Diabetic Bone Disease
This is an excellent book. I decided to include in this post the entire book description included on goodreads, even if it’s somewhat long, because I thought the description gave a good overview of the topics covered in this book:
“Providing the most up-to-date research and current clinical knowledge of diabetic bone disease and the challenges still facing the research and clinical care communities, this book unites insights from endocrinology and orthopedics to create a truly unique text. The first part covers clinical and pre-clinical applications and research. The first two chapters present the clinical and epidemiological data about diabetic bone disease, evaluated and reviewed for type 1 and type 2, respectively. This is followed by discussions of how the propensity to fracture in diabetic bone disease can impact fracture risk assessments and how it can be adjusted for using current clinically relevant fracture risk models. A comprehensive overview of orthopedic complications observed in diabetes is next, as well as a focus on the consequences of diabetes on periodontal disease. Other topics include the utility of skeletal biomarkers in assessing diabetic bone disease, how drugs used to treat diabetes may also have skeletal consequences, and the possibility that diabetes may fundamentally impact early progenitor cells of various bone lineages and thus globally impact bone. The second part covers biomechanics and bone quality in diabetes: how diabetes ultimately may impact the architecture, integrity, and quality of bone. Utilizing the expertise of top researcher and clinicians in diabetic bone disease in one comprehensive text, this volume will be a useful and thought-provoking resource for endocrinologists and orthopedic surgeons alike.”

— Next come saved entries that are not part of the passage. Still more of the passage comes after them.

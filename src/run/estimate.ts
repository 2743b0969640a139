/**
 * A quick estimate of a sweep's cost from a short timed probe on this machine: compute a few
 * hundred columns spread over the sweep itself (so the probe sees the same mix of thermal models,
 * fast and slow columns and out-of-range rows as the run), time them in CPU seconds (robust to a
 * shared machine: waiting for a core is not counted), and measure the encoded size of their rows.
 *
 * The probe computes its blocks twice: cold (as a fresh worker runs them, unoptimised code) and warm;
 * the difference is the warm-up each worker pays. The time estimate is the run's own duration on an
 * otherwise idle machine:
 *   POOL_STARTUP_SECONDS + warm-up + rows x (warm CPU per column) / (workers x 0.9),
 * and its CPU time RUN_START_CPU_SECONDS + busy workers x (WORKER_START_CPU_SECONDS + warm-up)
 * + rows x (warm CPU per column).
 */
import * as arrow from 'apache-arrow';
import { chunkToRecordBatch } from '../io/arrow-batch.js';
import { makeStatusDictionary, resultsSchema, tableFieldsOf } from '../io/arrow-schema.js';
import { resolveParams } from '../physics/params.js';
import type { SweepSpec } from '../spec/types.js';
import { defaultChunkSize } from './chunks.js';
import { computeChunk, makeChunkContext } from './compute-chunk.js';

/**
 * Start-up of the worker pool and the run's bookkeeping, s of wall time: a 16-row sweep takes
 * 0.5-1.0 s on two workers of the development machine (measured with `meltsweep run`, its printed time).
 */
const POOL_STARTUP_SECONDS = 0.5;
/**
 * CPU of a run's main thread apart from writing, s, and CPU a worker spends starting (loading its
 * modules), s. Measured with process.cpuUsage around runSweep on the development machine: a 16-row
 * sweep (one chunk, one worker busy) uses 0.4-0.5 s, and a 5,000-row isentropic sweep uses 0.8 s
 * with one worker and 1.4 s with two.
 */
const RUN_START_CPU_SECONDS = 0.15;
const WORKER_START_CPU_SECONDS = 0.35;
/** Parallel efficiency assumed for the workers. */
const PARALLEL_EFFICIENCY = 0.9;

export interface RunEstimate {
  /** points of the whole sweep */
  readonly points: number;
  /** columns computed by the timed probe */
  readonly calibrationColumns: number;
  /** columns per CPU second of one thread, from the probe (warm code) */
  readonly columnsPerSecondPerCore: number;
  /** CPU seconds the rows' columns need (all workers together, warm code) */
  readonly cpuSeconds: number;
  /** CPU seconds of the whole run: cpuSeconds plus every worker's start-up and warm-up */
  readonly totalCpuSeconds: number;
  /** extra CPU seconds a worker spends while its code is cold (measured, per worker) */
  readonly warmupSeconds: number;
  readonly workers: number;
  /** wall time of the run on an idle machine, s */
  readonly seconds: number;
  /** encoded bytes per row of the Arrow IPC output (large batches) */
  readonly bytesPerRow: number;
  /** estimated size of the Arrow IPC output, bytes */
  readonly bytes: number;
}

export interface EstimateOptions {
  /** rows the run would compute (default: the whole sweep) */
  readonly range?: { readonly start: number; readonly end: number };
  /** CPU budget of each pass (cold, warm) of the timed probe, ms (default 1500; a pass stops early once spent) */
  readonly budgetMs?: number;
  /** probe blocks (default 48) and rows per block (default 8) */
  readonly blocks?: number;
  readonly blockRows?: number;
}

function cpuMs(): number {
  const u = process.cpuUsage();
  return (u.user + u.system) / 1000;
}

/**
 * Probe block positions: block k starts in stratum k of the range at a quasi-random offset
 * (golden-ratio sequence), and blocks are visited in a scattered order so that a probe cut short by
 * its budget is still spread over the whole range.
 */
function probeStarts(start: number, end: number, blocks: number, blockRows: number): number[] {
  const span = end - start;
  const n = Math.max(1, Math.min(blocks, Math.floor(span / blockRows)));
  const starts: number[] = [];
  for (let k = 0; k < n; k++) {
    const u = (k * 0.6180339887498949) % 1;
    const s = start + Math.floor(((k + u) * span) / n);
    starts.push(Math.min(Math.max(start, s), Math.max(start, end - blockRows)));
  }
  // visit order: a stride coprime with n
  let stride = Math.max(1, Math.round(n * 0.382));
  while (gcd(stride, n) !== 1) stride++;
  return starts.map((_, i) => starts[(i * stride) % n]);
}

function gcd(a: number, b: number): number {
  return b === 0 ? a : gcd(b, a % b);
}

/**
 * Estimate the time and output size of computing `rows` rows of the sweep with `workers` workers.
 * @param rows rows that would be computed (the whole sweep or one shard)
 */
export function estimateRun(spec: SweepSpec, rows: number, workers: number, options: EstimateOptions = {}): RunEstimate {
  const ctx = makeChunkContext(spec);
  const count = ctx.plan.count;
  const range = options.range ?? { start: 0, end: count };
  const budgetMs = options.budgetMs ?? 1500;
  const blockRows = Math.max(1, Math.min(options.blockRows ?? 8, range.end - range.start));
  const starts = probeStarts(range.start, range.end, options.blocks ?? 48, blockRows);

  // cold pass: the code is not yet optimised, as in a fresh worker (half the budget at most)
  let coldMs = 0;
  let coldColumns = 0;
  for (const s of starts) {
    if (coldMs >= budgetMs && coldColumns > 0) break;
    const c0 = cpuMs();
    computeChunk(ctx, s, s + blockRows);
    coldMs += cpuMs() - c0;
    coldColumns += blockRows;
  }
  // the timed probe (warm): the same blocks again, then the rest
  const batches: arrow.RecordBatch[] = [];
  const schema = resultsSchema({
    ...tableFieldsOf(spec),
    sweepJson: JSON.stringify(spec), sweepHash: '0'.repeat(64), toolVersion: '', params: resolveParams(spec.model.params), pointCount: count,
    rowStart: range.start, rowEnd: range.end, shard: '1/1', blockLabels: ctx.plan.hasBlocks ? ['A'] : null,
  });
  const dictionary = makeStatusDictionary();
  let columns = 0;
  let ms = 0;
  for (const s of starts) {
    if (ms >= budgetMs && columns > 0) break;
    const c0 = cpuMs();
    const chunk = computeChunk(ctx, s, s + blockRows);
    ms += cpuMs() - c0;
    columns += blockRows;
    batches.push(chunkToRecordBatch(chunk, schema, dictionary));
  }
  const perColumnMs = columns > 0 ? ms / columns : 0;
  const warmupSeconds = Math.max(0, coldMs - coldColumns * perColumnMs) / 1000;
  const cpuSeconds = (rows * perColumnMs) / 1000;
  const seconds = POOL_STARTUP_SECONDS + warmupSeconds + cpuSeconds / (Math.max(1, workers) * PARALLEL_EFFICIENCY);
  // workers that get work: a sweep of fewer chunks than workers leaves some idle
  const busyWorkers = Math.max(1, Math.min(workers, Math.ceil(rows / defaultChunkSize(spec, rows))));
  const totalCpuSeconds = RUN_START_CPU_SECONDS + cpuSeconds + busyWorkers * (WORKER_START_CPU_SECONDS + warmupSeconds);

  const size = outputSize(batches, schema, rows, defaultChunkSize(spec, rows));
  return {
    points: count,
    calibrationColumns: columns,
    columnsPerSecondPerCore: perColumnMs > 0 ? 1000 / perColumnMs : Infinity,
    cpuSeconds,
    totalCpuSeconds,
    warmupSeconds,
    workers,
    seconds,
    bytesPerRow: size.bytesPerRow,
    bytes: size.bytes,
  };
}

/**
 * Size of an Arrow IPC output of `rows` rows in batches of `chunkRows`, from the probe's batches:
 * the schema, a per-batch header (measured from an empty batch) and the body bytes per row
 * (measured on all probe rows, header removed).
 */
function outputSize(batches: arrow.RecordBatch[], schema: arrow.Schema, rows: number, chunkRows: number): { bytesPerRow: number; bytes: number } {
  if (batches.length === 0) return { bytesPerRow: 0, bytes: 0 };
  const encoded = (list: arrow.RecordBatch[]): number => arrow.tableToIPC(new arrow.Table(schema, list), 'file').byteLength;
  const probeRows = batches.reduce((n, b) => n + b.numRows, 0);
  const one = encoded([batches[0]]);
  const header = encoded([batches[0], batches[0].slice(0, 0)]) - one;
  const all = encoded(batches);
  const bodyPerRow = Math.max(0, all - one - (batches.length - 1) * header) / Math.max(1, probeRows - batches[0].numRows);
  const fixed = Math.max(0, one - header - batches[0].numRows * bodyPerRow);
  const nBatches = Math.ceil(rows / Math.max(1, chunkRows));
  const bytes = fixed + rows * bodyPerRow + nBatches * header;
  return { bytesPerRow: rows > 0 ? bytes / rows : bodyPerRow, bytes };
}

export function formatBytes(n: number): string {
  const units = ['B', 'KiB', 'MiB', 'GiB', 'TiB'];
  let v = n;
  let u = 0;
  while (v >= 1024 && u < units.length - 1) {
    v /= 1024;
    u++;
  }
  return `${v.toFixed(u === 0 ? 0 : 1)} ${units[u]}`;
}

I would note that the book is also a useful and thought-provoking resource if you’re just a random diabetic who happens to know enough about medicine and related topics to make sense of a book like this one – i.e. if you’re someone like me. A few related observations from the book’s preface:
“Historically, most attention has been focused on four major complications known to afflict many individuals with T1DM and T2DM: retinopathy, neuropathy, nephropathy, and cardiovascular disease. However, epidemiological data now show that other tissues and organs may be significantly impacted by the diabetic state—and the skeletal system is now emerging as a primary target of diabetes-mediated damage (i.e., diabetic bone disease).
Studies have demonstrated that osteopenia and osteoporosis may be frequent complications of T1D, both in children and adults, and that T1D is associated with decreased bone density and increased fracture risk. In contrast to T1D, T2D has typically not been associated with osteopenia or osteoporosis and, in fact, has been more often associated with increased BMD [bone mineral density]. However, newer data show that bone quality and bone microarchitecture may be compromised in both conditions, suggesting that underlying mechanisms related to increased risk to fracture may be contributory to both forms of diabetes.
In this volume, we provide the reader with up-to-date information about what is currently known about diabetic bone disease and what are the challenges still facing the research and clinical care communities.”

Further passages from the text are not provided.